# laminate countertop



## TheRecklessOne (Jul 22, 2008)

I just finished a job "re" laminating a countertop, and had an issue with the bearing on the router bit. It would follow the flat surface, but would build up material it was removing on the bearing. Causing the flush cut bit to angle and take a little too much of the laminate. The countertop was "black granite" and it fortunately didn't do it enough to damage a lot of it. The screw ups were easily touched up with sharpie and are unnoticeable. 

Has anyone else had problems like this? What do I use to clean the 2 flush cut bits to ensure they're not ruined? Any tips on using a palm router (ridgid r2400) that may be different from using a large/regular router?


----------



## smontanye (Jul 26, 2007)

I've used mek to clean bits before and it seemed to work pretty good. As far as tips having the material overhang as lil as possible and there's times illtake multiple passes before I letthe bearing touch. Also try one of the new bits where the bearing doesn't spin but just slides along the edge. I got the cmt with triangle bearing and it doesn't build up or burn as easy.


----------



## Gus Dering (Oct 14, 2008)

Try using lacquer thinner for the clean up, works well for us.
As far as the cutter thing, we use a straight cutter and a laminate file. Try to stay away from the angled ones. When using them it's awfully easy to mess it all up. A file is alot easier to feather the edge to where you want it.


----------



## chrisgerman1983 (Jan 17, 2009)

an angled bit is way safer than a straight trimmer. just get a 15 degree chamfer not a bevel bit. once you have it set to the correct height it is impossible to mess it up. then file it after to bring it the rest of the way down and darken the line. if you insist on using a straight bit run some masking tape along the edge of the top just to shim you ou the tinyist bit. A straight bit does work but you have the bearing so close to what your cutting off that you run into the same problem that you have. a 15 chamfer will put the bearing further away from the glue and you will not get much buildup. it is also a good idea to oil the bearing before you use it.... stuff wont stick as much and you wont burn your laminate if it gets sticky :thumbsup:


----------



## chrisgerman1983 (Jan 17, 2009)

also lacquer thinner will wreck you bearing more than paint thinner. and if you are cleaning you bit while still in the trimmer make sure t have the bit pointed down. we had a few new guys cleaning bits with the bit up and they wrecked the bearings in the trimmers real quick :furious: i usually just scrape the glue off with my finger nail while its still hot if you let it sit till it cools it get pretty hard


----------



## cabinetman (Jul 5, 2007)

I have two theories about flush trim routing. First, using the trim bit with a bearing, having it extended down far enough to clear the routing line will help keep the bearing and the gap between the bearing and the flutes cleaner. But having that length, makes it easier to rout off too much if the router is tipped.

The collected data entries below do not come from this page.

import { defineConfig } from "drizzle-kit";

// `npm run db:generate` writes SQL migrations into drizzle/ from server/db/schema.ts.
// The server applies them at start-up; DATABASE_URL is only needed for drizzle-kit's
// own database commands (studio, check against a live database).
export default defineConfig({
  dialect: "postgresql",
  schema: "./server/db/schema.ts",
  out: "./drizzle",
  dbCredentials: { url: process.env.DATABASE_URL ?? "postgres://localhost:4310/linkleap" },
  strict: true,
  verbose: true,
});
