import type { z } from "zod";
import type { RigId } from "../../sim";
import { RIG_NAMES } from "../contracts/lesson-questions";
import { PLAN_LIMITS, lessonPlanInputSchema, type LessonPlan, type LessonPlanListItem, type PlanPreview, type PlanTrial } from "../contracts/lesson-plans";
import type { TrialSetup, trialSetupSchema } from "../contracts/lessons";
import type { FieldErrors } from "../contracts/errors";
import type { Db } from "../db/client";
import { AppError } from "../http/app-error";
import { parseInput } from "../http/validate";
import { checkSetup } from "../lessons/lessons.service";
import { shownParamsOf } from "../lessons/lessons.views";
import { theoryInQuestionUnit } from "../lessons/setup-theory";
import type { Actor } from "../staff/staff.repository";
import { planForActor } from "./lesson-plans.access";
import * as repo from "./lesson-plans.repository";

type PlanInput = z.output<typeof lessonPlanInputSchema>;

/** Every trial checked as the board checks a set-up; all problems at once, keyed `trials.<i>.<field>`. */
function checkTrials(trials: z.output<typeof trialSetupSchema>[]): TrialSetup[] {
  const fields: FieldErrors = {};
  const checked = trials.map((setup, i) => {
    try {
      return checkSetup(setup);
    } catch (error) {
      if (!(error instanceof AppError) || !error.fields) throw error;
      for (const [key, messages] of Object.entries(error.fields)) (fields[`trials.${i}.${key}`] ??= []).push(...messages);
      return null;
    }
  });
  if (Object.keys(fields).length) throw new AppError("validation_failed", "Some of the details need correcting.", fields);
  return checked as TrialSetup[];
}

function planTrial(setup: TrialSetup): PlanTrial {
  return {
    ...setup,
    rigLabel: RIG_NAMES[setup.rig as RigId],
    shownParams: shownParamsOf(setup.rig as RigId, setup.params),
    theory: theoryInQuestionUnit(setup),
  };
}

function planView(actor: Actor, { plan, ownerName }: repo.PlanWithOwner): LessonPlan {
  return {
    id: plan.id,
    title: plan.title,
    summary: plan.summary,
    shared: plan.shared,
    mine: plan.ownerId === actor.id,
    ownerName,
    copiedFromId: plan.copiedFromId,
    createdAt: plan.createdAt.toISOString(),
    updatedAt: plan.updatedAt.toISOString(),
    trials: plan.trials.map(planTrial),
  };
}

export async function listPlans(db: Db, actor: Actor): Promise<LessonPlanListItem[]> {
  const rows = await repo.plansVisibleTo(db, actor);
  return rows.map((row) => {
    const { trials, ...rest } = planView(actor, row);
    return {
      ...rest,
      trialCount: trials.length,
      rigs: [...new Set(trials.map((t) => t.rigLabel))],
      trials: trials.map((t) => ({ rig: t.rig, rigLabel: t.rigLabel, prompt: t.question.prompt, theory: t.theory })),
    };
  });
}

export async function getPlan(db: Db, actor: Actor, planId: string): Promise<LessonPlan> {
  return planView(actor, await planForActor(db, actor, planId, "read"));
}

export async function createPlan(db: Db, actor: Actor, input: PlanInput): Promise<LessonPlan> {
  const trials = checkTrials(input.trials);
  const plan = await repo.insertPlan(db, {
    schoolId: actor.schoolId,
    departmentId: actor.departmentId,
    ownerId: actor.id,
    title: input.title,
    summary: input.summary,
    shared: input.shared,
    trials,
  });
  return planView(actor, { plan, ownerName: actor.displayName });
}

/** The owner replaces the plan (trials in the order given: reordering is an update). */
export async function updatePlan(db: Db, actor: Actor, planId: string, body: unknown): Promise<LessonPlan> {
  await planForActor(db, actor, planId, "write");
  const input = parseInput(lessonPlanInputSchema, body);
  const trials = checkTrials(input.trials);
  const plan = await repo.updatePlan(db, planId, actor.id, {
    // Sharing follows the owner: saved again after a move, it is shared with the new department.
    departmentId: actor.departmentId,
    title: input.title,
    summary: input.summary,
    shared: input.shared,
    trials,
  });
  if (!plan) throw new AppError("not_found", "That plan was not found.");
  return planView(actor, { plan, ownerName: actor.displayName });
}

export async function deletePlan(db: Db, actor: Actor, planId: string): Promise<void> {
  await planForActor(db, actor, planId, "write");
  await repo.deletePlan(db, planId, actor.id);
}

const COPY_SUFFIX = " (copy)";

/** A copy for the caller (the owner, or a colleague it is shared with), not shared, ready to change. */
export async function duplicatePlan(db: Db, actor: Actor, planId: string): Promise<LessonPlan> {
  const { plan: source } = await planForActor(db, actor, planId, "read");
  const title = source.title.slice(0, PLAN_LIMITS.title - COPY_SUFFIX.length).trimEnd() + COPY_SUFFIX;
  const plan = await repo.insertPlan(db, {
    schoolId: actor.schoolId,
    departmentId: actor.departmentId,
    ownerId: actor.id,
    title,
    summary: source.summary,
    shared: false,
    trials: source.trials,
    copiedFromId: source.id,
  });
  return planView(actor, { plan, ownerName: actor.displayName });
}

/** The editor's preview of one unsaved trial: its parameters as shown and the theory value. */
export function previewTrial(setup: z.output<typeof trialSetupSchema>): PlanPreview {
  const checked = checkSetup(setup);
  return { shownParams: shownParamsOf(checked.rig, checked.params), theory: theoryInQuestionUnit(checked) };
}
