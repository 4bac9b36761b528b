/// <reference types="vitest/config" />
import { defineConfig } from "vite";
import react from "@vitejs/plugin-react";
import tailwindcss from "@tailwindcss/vite";

// The API server the dev server proxies to (see server/devstack/dev.ts).
const apiPort = Number(process.env.PORT ?? 4300);
const apiTarget = `http://127.0.0.1:${apiPort}`;

export default defineConfig({
  plugins: [react(), tailwindcss()],
  resolve: { tsconfigPaths: true },
  build: {
    outDir: "dist/client",
    emptyOutDir: true,
    sourcemap: true,
    // scripts/pupil-size.ts reads it to measure the pupil page's first load.
    manifest: true,
  },
  server: {
    host: "127.0.0.1",
    port: Number(process.env.VITE_PORT ?? 5173),
    strictPort: true,
    // Keep the browser's Host header: sign-in must start and end on the address people use.
    proxy: {
      "/api": { target: apiTarget, changeOrigin: false },
      "/auth": { target: apiTarget, changeOrigin: false },
      "/socket.io": { target: apiTarget, changeOrigin: false, ws: true },
    },
  },
  test: {
    projects: [
      {
        extends: true,
        test: {
          name: "unit",
          include: [
            "src/**/*.test.{ts,tsx}",
            "server/**/*.test.ts",
            "sim/**/*.test.ts",
            "tests/architecture/**/*.test.ts",
          ],
          environment: "node",
        },
      },
      {
        extends: true,
        test: {
          name: "integration",
          include: ["tests/integration/**/*.test.ts"],
          globalSetup: ["tests/support/global-setup.ts"],
          testTimeout: 30_000,
          hookTimeout: 60_000,
        },
      },
      {
        extends: true,
        test: {
          name: "e2e",
          include: ["tests/e2e/**/*.test.ts", "tests/startup/**/*.test.ts"],
          globalSetup: ["tests/support/global-setup.ts"],
          testTimeout: 120_000,
          hookTimeout: 240_000,
        },
      },
    ],
  },
});
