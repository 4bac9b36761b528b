import { describe, expect, it } from "vitest";
import { weeklyDigestMail } from "./digest.mail";
import { reportedWeek } from "./digest.service";

describe("weekly digest", () => {
  it("reports the whole previous week, Monday to Monday, in the school's days", () => {
    // 2026-12-02 is a Wednesday.
    expect(reportedWeek(new Date("2026-12-02T10:00:00Z"), "Europe/London")).toEqual({ startDay: "2026-11-23", endDay: "2026-11-30" });
    // On a Monday morning it is the week that just ended.
    expect(reportedWeek(new Date("2026-11-30T07:00:00Z"), "Europe/London").startDay).toBe("2026-11-23");
    // On a Sunday, the week before the current one.
    expect(reportedWeek(new Date("2026-11-29T23:00:00Z"), "Europe/London").startDay).toBe("2026-11-16");
    // Sunday 23:30 UTC is already Monday morning in New Zealand (UTC+13 in November; IANA tz database).
    expect(reportedWeek(new Date("2026-11-29T23:30:00Z"), "Pacific/Auckland").startDay).toBe("2026-11-23");
  });

  it("adds up lessons, trials and pupils per teacher and class", () => {
    const mail = weeklyDigestMail({
      to: "head@school.example",
      headName: "Mx Head",
      departmentName: "Science",
      schoolName: "Example School",
      weekStart: "2026-11-23",
      rows: [
        { teacherName: "T One", className: "10P", lessons: 2, trialsRun: 5, pupils: 50 },
        { teacherName: "T Two", className: "12A", lessons: 1, trialsRun: 1, pupils: 1 },
      ],
      overviewUrl: "https://x.example/department",
    });
    expect(mail.subject).toBe("Linkleap weekly: Science, week of 23 November 2026");
    expect(mail.text).toContain("Science ran 3 live lessons in the week of 23 November 2026: 6 trials run, 51 pupil places taken.");
    expect(mail.text).toContain("T Two, 12A: 1 lesson, 1 trial run, 1 pupil taking part.");
  });

  it("says plainly when there were no lessons", () => {
    const mail = weeklyDigestMail({
      to: "h@x.example",
      headName: "H",
      departmentName: "Science",
      schoolName: "S",
      weekStart: "2026-11-23",
      rows: [],
      overviewUrl: "https://x.example/department",
    });
    expect(mail.text).toContain("Science ran no live lessons in the week of 23 November 2026.");
  });
});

Having the length short, where the flutes are just below the rout line makes it less likely to rout too much because the length is shorter, but is more likely to pick up dried cement and laminate particles. 

There may be a happy medium, and my method is how I feel on that day.

As for cleaning, lacquer thinner will dissolve the glue and makes the glue gummy unless it is thoroughly cleaned. I prefer to use mineral spirits as it makes the glue "break away" from the bit and laminate faster and cleaner than lacquer thinner without dissolving it. VM&P Naptha will also work well if the glue is wetted. It will keep the glue intact with itself and cleanly break away from metal or laminate parts. 

A clean bit spot sprayed with WD-40 will be less likely to garner a buildup, and will lubricate the bearing. Before I start I put a couple of drops of air tool oil on the bearing and on top of the bearing which helps a lot.

A stuck or frozen bearing that "locks up" can start spinning with the bit and wind up burning the laminate where it rides. So, it's important to keep an eye on it. 

I find using a trim router works best with trimming as it can be controlled with one hand, and is less tiring. It takes much less surface to feel when the router base is flat than a full size router with the larger base.

If using a "bevel" bit to put the bevel on the laminate, keep in mind that a straight bit should be used first. The laminate should be cleaned off so the bevel bit has a clean and unobstructed surface to run on. One problem with bevel bits is that because the depth set for the bit determines how much to rout off, very little of the flute ever gets used. But I use them quite a bit doing kitchen work because of how much routing and filing there is to do. If I use a bevel bit, I leave the edge slightly full, so there is minimal filing to do.

Other than the flush trim bits with a bearing and bevel trim bits with a bearing there are pilot bits without bearings for both flush trim and for bevel trimming.

There is a "no-file" bit, that some use. I find they work well if they are adjusted perfectly and if the working rout line is kept clean. All in all, I rather use a flush trim and bevel and then file off the edge.


----------



## chrisgerman1983 (Jan 17, 2009)

cabinetman said:


> One problem with bevel bits is that because the depth set for the bit determines how much to rout off, very little of the flute ever gets used.


 that is the only problem with them :yes: i go through at least 2 sharp bits a week :thumbdown:


----------



## john5mt (Feb 27, 2009)

> that is the only problem with them :yes: i go through at least 2 sharp bits a week :thumbdown:


thats why i use these

http://www.amanatool.com/bits-fv/rc-1008.html


----------



## rightendup (May 8, 2009)

Not a bad idea to smear some oil (machine or vegetable) on the overhang (top & bottom) and where the pilot touches.
The oil keeps the 'chips' from coagulating and they spit out onto the floor instead of gathering on the bit.
Or use a slightly larger pilot bearing on the first pass to get rid of most of the veneer. Then go back over it with a flush trim and some oil.


----------



## jraksdhs (Oct 19, 2008)

*glue*

what kinda glue are you using? Is is sprayed on or brushed on?



TheRecklessOne said:


> I just finished a job "re" laminating a countertop, and had an issue with the bearing on the router bit. It would follow the flat surface, but would build up material it was removing on the bearing. Causing the flush cut bit to angle and take a little too much of the laminate. The countertop was "black granite" and it fortunately didn't do it enough to damage a lot of it. The screw ups were easily touched up with sharpie and are unnoticeable.
> 
> Has anyone else had problems like this? What do I use to clean the 2 flush cut bits to ensure they're not ruined? Any tips on using a palm router (ridgid r2400) that may be different from using a large/regular router?


----------



## Jordy3738 (Jan 12, 2009)

I don't use bearing bits for trimming plastic laminate. Never have and probably never will. In any case we must keep a sharp eye on the surfaces that we are routing. You got lucky my friend that your color was black.


----------